Applying from Outside of Turkey

If you are outside of Turkey, you must get a job offer letter and/or contract first. Then, in coordination with your employer, you must submit a work visa application at a Turkish embassy or consulate in your home country or where you legally reside. Your application, and your employer’s application, must happen within ten business days of each other. After the employer’s application and your application are approved, you will get your work visa, which you will use to travel to Turkey, receive your work permit, and go to work. Learn more about applying for a work permit from outside of Turkey.

Applying from Inside of Turkey

If you are inside Turkey and have completed at least six months of legal residence, you can also apply for a work permit. Again, you must first have a job offer from an employer.

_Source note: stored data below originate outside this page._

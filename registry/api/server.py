"""Server registries: copy a registry to or from PostgreSQL, and the server-side motif screen."""

from __future__ import annotations

from collections.abc import Callable
from typing import TYPE_CHECKING, Any

from registry.errors import DatabaseError, UsageError
from registry.storage.database import Database

if TYPE_CHECKING:
    from registry.pg.copy import CopyReport


def migrate_to(
    database: Database,
    url: str,
    *,
    chunk_rows: int = 5000,
    progress: Callable[[str, int], None] | None = None,
) -> CopyReport:
    """Copy the whole registry into ``url`` (a PostgreSQL URL or a SQLite path; new or empty),
    keeping every id, then check the copy (row counts, contents, the history's hash chain).

    The report's ``ok`` says whether the copy matches; the source is never changed.
    """
    from registry.pg.copy import migrate_to as copy

    return copy(database, url, chunk_rows=chunk_rows, progress=progress)


def server_search_status(database: Database) -> dict[str, Any]:
    """Whether motif search is screened on the server (PostgreSQL + RDKit cartridge)."""
    from registry.pg import cartridge

    with database.read() as conn:
        return cartridge.status(conn).as_dict()


def enable_server_search(database: Database) -> dict[str, Any]:
    """Add the cartridge's molecule column, trigger and index; then the status.

    Needs PostgreSQL with the RDKit cartridge installed on the server (and the right to create
    the extension if it is not there yet).
    """
    from registry.pg import cartridge

    if database.is_sqlite:
        raise UsageError("server-side search needs a PostgreSQL registry; this is SQLite")
    if not database.write(cartridge.install_mol_column):
        raise DatabaseError(
            "the server has no usable RDKit cartridge: install the server package "
            "(Debian: postgresql-15-rdkit) and have an administrator run "
            "'CREATE EXTENSION rdkit' in this database, then try again"
        )
    return server_search_status(database)
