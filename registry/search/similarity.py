"""Similarity search: Tanimoto similarity of Morgan fingerprints (radius 2, 2048 bits; Rogers &
Hahn, J. Chem. Inf. Model. 2010) between a query molecule and every indexed compound.

Computing the fingerprints takes RDKit a few seconds per 10,000 compounds, comparing them with
numpy milliseconds, so they are kept in ``<db>.simindex`` (:mod:`.cachefile`), in the order of
the screening index and valid for the same registry state. New compounds (the screening index
grew, no structure changed) extend it; anything else rebuilds it on the next similarity search.
"""

from __future__ import annotations

from typing import Any

import numpy as np

from registry.search import cachefile
from registry.search.index import ScreenIndex
from registry.storage.database import Database

MAGIC = b"FLXSIMI1"
FORMAT_VERSION = 1
SUFFIX = ".simindex"
WORDS = 32  # 2048 bits


def morgan_words(binary: bytes, generator: Any) -> np.ndarray:
    """One molecule's Morgan fingerprint as 32 little-endian uint64 words."""
    from rdkit import Chem

    mol = Chem.Mol(binary)
    mol.UpdatePropertyCache(strict=False)
    bits = generator.GetFingerprintAsNumPy(mol).astype(bool)
    return np.packbits(bits, bitorder="little").view("<u8")


def morgan_generator() -> Any:
    from rdkit.Chem import rdFingerprintGenerator

    return rdFingerprintGenerator.GetMorganGenerator(radius=2, fpSize=2048)


def _fingerprints(screen: ScreenIndex, start: int) -> np.ndarray:
    """Word-major fingerprints (32 × n) of the index positions from ``start`` on."""
    generator = morgan_generator()
    rows = np.zeros((len(screen) - start, WORDS), dtype=np.uint64)
    for i in range(start, len(screen)):
        try:
            rows[i - start] = morgan_words(screen.mol_binary(i), generator)
        except Exception:  # a molecule RDKit cannot fingerprint is simply not similar
            rows[i - start] = 0
    return np.ascontiguousarray(rows.T)


def similarity_index(database: Database, screen: ScreenIndex, state: dict) -> np.ndarray:
    """Morgan fingerprints (32 × N uint64, word-major) in screening-index order, for the
    registry ``state`` the screening index was loaded for."""
    key = (database.key, "similarity")
    held = cachefile.held(key, state)
    if held is not None:
        return held
    path = cachefile.path_for(database, SUFFIX)
    found = None if path is None else cachefile.read_arrays(path, MAGIC, FORMAT_VERSION)
    fps = None
    if found is not None:
        header, arrays, _mapped = found
        ids, old = arrays.get("ids"), arrays.get("fps")
        k = 0 if ids is None else int(ids.shape[0])
        same_start = (
            old is not None
            and header.get("rdkit") == screen.rdkit
            and header.get("state", {}).get("counters") == state["counters"]
            and k <= len(screen)
            and np.array_equal(ids, screen.ids[:k])
        )
        if same_start and k == len(screen):
            fps = old
        elif same_start:
            fps = np.concatenate([old, _fingerprints(screen, k)], axis=1)
    if fps is None:
        fps = _fingerprints(screen, 0)
    if path is not None and (found is None or fps is not found[1].get("fps")):
        header = {"format": FORMAT_VERSION, "state": state, "rdkit": screen.rdkit}
        arrays = {"ids": np.asarray(screen.ids), "fps": fps}
        cachefile.write_or_note(
            lambda: cachefile.save_arrays(path, MAGIC, header, arrays), path, "cache", []
        )
    return cachefile.hold(key, state, fps)


def tanimoto(fps: np.ndarray, query: np.ndarray) -> np.ndarray:
    """Tanimoto (Jaccard) similarity of each column (word-major fingerprints) with the query:
    |a∧b| / |a∨b|."""
    both = np.bitwise_count(fps & query[:, None]).sum(axis=0, dtype=np.int64)
    either = np.bitwise_count(fps | query[:, None]).sum(axis=0, dtype=np.int64)
    with np.errstate(invalid="ignore", divide="ignore"):
        return np.where(either > 0, both / np.maximum(either, 1), 0.0)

The requirements and process are the same as for an application from outside of Turkey, except that you and your employer will make your applications directly to the Çalışma ve Sosyal Güvenlik Bakanlığı (Ministry of Labor and Social Security)

since there is no need for you to get a work visa (since you are already in Turkey). When you apply from inside of Turkey, your employer, and your, must submit your applications within six business days of each other. Learn more about applying for a work permit from inside of Turkey.

Category 2: Independent Work Permits for an Indefinite period

This category of work permits is “independent,” because you don’t have to have a specific employer to get work permits. It is “indefinite” because it doesn’t have to be renewed every year. However, certain reporting requirements exist. For example, you will need to report any changes of employer, and changes of address. There are two types of independent, and indefinite, work permits.

Unlimited Work Permits

If you have legally worked in Turkey for at least five years, or legally lived in Turkey for at least eight years, without interruption, you are eligible to apply for an unlimited work permit. This type of work permit enables you to work for any employer you want, and change from employer to employer without having to get a new work permit. Learn more about unlimited work permits.

Independent Work Permits

This type of work permit is for entrepreneurs, who intend to set up a company in Turkey. It enables you to work for six months to set up your company. Once your company is established, your work permit will be extended with an indefinite duration. To be eligible, you must first live in Turkey for at least five years without interruption. There isn’t a set “process” for this type of work permit, and it will require submitting a business plan, among other documents, to the Ministry of Labor and Social Security. Learn more about independent work permits.

Restricted Professions

Some professions may only be practiced by Turkish citizens. They are:

  • Dentist, midwife, nurse, or pharmacist
  • Veterinarian
  • Hospital Director
  • Lawyer
  • Public Notary
  • Security Guard
  • Sea Captain, Merman, Fisherman, or Diver
  • Customs Consultant.


Your Work Permit is Only for a Single Employer

If you have a dependent work permit, you cannot change from one employer to another with the same work permit. If you get another job, you will have to get another work permit to work for your new employer. If you have an independent work permit, and change employers (or change your address), you must notify the local office of the Ministry of Labor and Social Security.

Useful Telephone Numbers

You can contact the Ministry of Labor and Social Security using their national customer service number, which, from within Turkey, is 170. From outside of Turkey, call +90 216 170 1122.  If you will be working at a University, contact the Council of Higher Education, at +90 312 298 7000.


So it is best to seek counsel from a Turkish legal professional.